Conclusions
These findings identified YWHAB, PPAT, and NOL10 as novel biomarkers and validated their diagnostic and prognostic value for HCC.
Methods
A total of 389 differentially expressed genes (DEGs) between HCC samples and normal were selected based on the Robust Rank Aggregation (RRA) method. We combined DEGs expression and clinical traits to construct a gene co-expression network through WGCNA. Forty hub genes were selected from the key module. Among them, YWHAB, PPAT, NOL10 were eventually identified as prognostic biomarkers using multivariate Cox regression model. Biomarkers expression pattern was investigated by informatic analysis and verified by RNA-seq of 32 patients with HCC. DiseaseMeth 2.0, MEXPRESS, and Tumor Immune Estimation Resource (TIMER) were used to assess the methylation and immune status of biomarkers. GSVA, CCK8, colony formation assay, Edu imaging kit, wound-healing assay, and xenograft tumor model were utilized to investigate the effects of biomarkers on proliferation, metastasis of HCC cells in vitro, and in vivo.
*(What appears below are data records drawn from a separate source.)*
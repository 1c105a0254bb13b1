//! The store's row types, the same whichever backend holds them, and how each is decoded from a
//! result row: one function per type, generic over [`StoreRow`], serves both backends.

use std::collections::BTreeMap;
use std::fmt;

use chrono::{DateTime, Utc};
use reconcile::{ModelSpec, Quality, Reading, ReportStatus};
use sqlx::types::Json;

use super::values::{JsonText, StoreRow};
use super::{Result, StoreError};
use crate::health::MeterPeriod;

#[derive(Debug, Clone, PartialEq, Eq)]
pub struct PlantRow {
    pub id: i64,
    pub name: String,
    pub created_at: DateTime<Utc>,
}

#[derive(Debug, Clone, PartialEq)]
pub struct ModelRevision {
    pub revision: i64,
    pub effective_from: DateTime<Utc>,
    pub spec: ModelSpec,
    /// The model as the user sent it (TOML or JSON).
    pub source: String,
    pub created_at: DateTime<Utc>,
}

/// One meter of one revision, as the service queries them by tag.
#[derive(Debug, Clone, PartialEq)]
pub struct MeterRow {
    pub tag: String,
    pub stream: String,
    pub quantity: String,
    pub component: Option<String>,
    pub uom: String,
    pub range: Option<[f64; 2]>,
}

/// What one batch did: `accepted` readings were new, `replaced` changed the value or quality
/// of a stored one, `unchanged` were identical resends.
#[derive(Debug, Clone, Copy, PartialEq, Eq, Default)]
pub struct IngestCounts {
    pub accepted: usize,
    pub replaced: usize,
    pub unchanged: usize,
}

/// A reading as stored, with what the store knows about it.
#[derive(Debug, Clone, PartialEq)]
pub struct StoredReading {
    pub reading: Reading,
    pub received_at: DateTime<Utc>,
    /// Outside the meter's instrument range when it was stored.
    pub out_of_range: bool,
}

/// A run to record: what it ran on and what it answered.
#[derive(Debug, Clone, PartialEq)]
pub struct NewRun {
    pub period_start: DateTime<Utc>,
    /// The model revision it used.
    pub revision: i64,
    pub engine_version: String,
    /// The report's status.
    pub status: ReportStatus,
    pub report: serde_json::Value,
    /// The period's meter values as the engine saw them, so a run can be explained and
    /// repeated after later readings replaced them.
    pub inputs: serde_json::Value,
    /// Each meter's figures in this run, for its health record (replacing the period's
    /// earlier rows).
    pub meters: Vec<(String, MeterPeriod)>,
}
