//! The estimate (docs/methods.md §2): weighted least squares subject to g(z) = 0 and bounds, solved
//! by equality-constrained Gauss–Newton (SQP with the Gauss–Newton Hessian).
//!
//! Each iteration linearises h and g at z and solves the KKT system
//!
//! ```text
//! [ JᵀJ + εI   Gᵀ ] [ Δz ]   [ Jᵀr ]
//! [ G         −δI ] [ λ  ] = [ −g  ]
//! ```
//!
//! with J the σ-scaled measurement Jacobian and r the σ-scaled residual. The small ε keeps the
//! system regular when some states are unobservable (their step is then the minimum-norm one);
//! δ does the same for dependent constraint rows. Bounds (n ≥ 0, 0 ≤ φ ≤ 1, ξ ≥ 0 for
//! irreversible reactions) are kept with a primal active set: a step is cut at the first bound
//! it would cross, that variable is fixed there, and fixed variables are released when their
//! bound multiplier has the wrong sign (Nocedal & Wright, *Numerical Optimization*, 2nd ed.,
//! §16.5). A backtracking line search on the exact-penalty merit ½‖r‖² + μ‖g‖₁ (ibid. §18.3)
//! guards the step from poor starting regions.

use crate::equations::{constraints, measurement, measurement_value, Layout, Row};
use crate::model::Plant;
use crate::sparse::{SparseLu, Symbolic, Triplets};

/// A meter measured in the period being reconciled: its value and σ in the meter's uom.
#[derive(Debug, Clone, Copy, PartialEq)]
pub struct Measured {
    pub meter: usize,
    pub value: f64,
    pub sigma: f64,
}

#[derive(Debug, Clone, Copy, PartialEq, Eq)]
pub enum SolveStatus {
    Converged,
    NotConverged,
    Infeasible,
}

#[derive(Debug, Clone)]
pub struct Solution {
    pub z: Vec<f64>,
    pub status: SolveStatus,
    pub iterations: usize,
    /// Σ ((y − h)/σ)² at z.
    pub objective: f64,
    /// ‖g(z)‖∞ in kmol/h.
    pub constraint_residual: f64,
    /// Largest relative step of the last iteration.
    pub last_step: f64,
    /// Variables held at a bound at the solution.
    pub at_bound: Vec<bool>,
    /// Per iteration: (‖g‖∞, objective, step length α, variables at a bound).
    pub history: Vec<(f64, f64, f64, usize)>,
}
The Kaplan-Meier (KM) plotter and ROC curves were used to validate the prognostic and diagnostic value of biomarker expression.
Results
All the selected biomarkers were upregulated in HCC samples and higher expression levels were associated with advanced tumor stages and T grades. The regulation of YWHAB, PPAT, NOL10 promoter methylation varied in tumors, and precancerous normal tissues. Immune infiltration analysis suggested that the abnormal regulations of these biomarkers were likely attributed to B cells and dendritic cells. GSVA for these biomarkers showed their great contributions to proliferation of HCC. Specific inhibition of their expression had strong effects on tumorigenesis in vitro and in vivo. ROC and KM curves confirmed their usefulness of diagnosis and prognosis of HCC. Conclusions: These findings identified YWHAB, PPAT, and NOL10 as novel biomarkers and validated their diagnostic and prognostic value for HCC.